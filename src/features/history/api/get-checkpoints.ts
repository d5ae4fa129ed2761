import { queryOptions, useQuery } from "@tanstack/react-query";
import { z } from "zod";
import { checkpoint, checkpointSummary } from "../../../../shared/schemas/history.ts";
import { ask } from "../../../lib/api.ts";
import { api } from "../../../lib/paths.ts";

const list = z.array(checkpointSummary);

export const checkpointsKey = (studyId: string) => ["checkpoints", studyId] as const;

export const useCheckpoints = (studyId: string) =>
  useQuery(
    queryOptions({
      queryKey: checkpointsKey(studyId),
      queryFn: ({ signal }) => ask({ path: api.checkpoints(studyId), answer: list, signal }),
    }),
  );

/** With its cells; they never change. */
export const useCheckpoint = (studyId: string, checkpointId: string) =>
  useQuery(
    queryOptions({
      queryKey: ["checkpoint", studyId, checkpointId],
      queryFn: ({ signal }) => ask({ path: api.checkpoint(studyId, checkpointId), answer: checkpoint, signal }),
      staleTime: Number.POSITIVE_INFINITY,
    }),
  );
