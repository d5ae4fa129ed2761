import { infiniteQueryOptions, useInfiniteQuery } from "@tanstack/react-query";
import { historyPage } from "../../../../shared/schemas/history.ts";
import { ask } from "../../../lib/api.ts";
import { api } from "../../../lib/paths.ts";

/** Whose and which edits; empty words ask for all. */
export interface HistoryFilter {
  readonly cell: string;
  readonly person: string;
}

export const historyKey = (studyId: string) => ["history", studyId] as const;

const historyOptions = (studyId: string, { cell, person }: HistoryFilter) =>
  infiniteQueryOptions({
    queryKey: [...historyKey(studyId), cell, person],
    queryFn: ({ pageParam, signal }) => {
      const asked = { ...(cell && { cell }), ...(person && { person }), ...(pageParam && { before: `${pageParam}` }) };
      return ask({ path: `${api.history(studyId)}?${new URLSearchParams(asked)}`, answer: historyPage, signal });
    },
    initialPageParam: 0,
    getNextPageParam: (page) => page.next,
  });

/** Who edited which cell, the newest first, a page at a time. */
export const useHistory = (studyId: string, filter: HistoryFilter) => useInfiniteQuery(historyOptions(studyId, filter));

========================================================================

■ Work instructions ■
Report how many lines of the listing hold the word "checkpointsKey", with nothing but the number.

■ Task response ■
2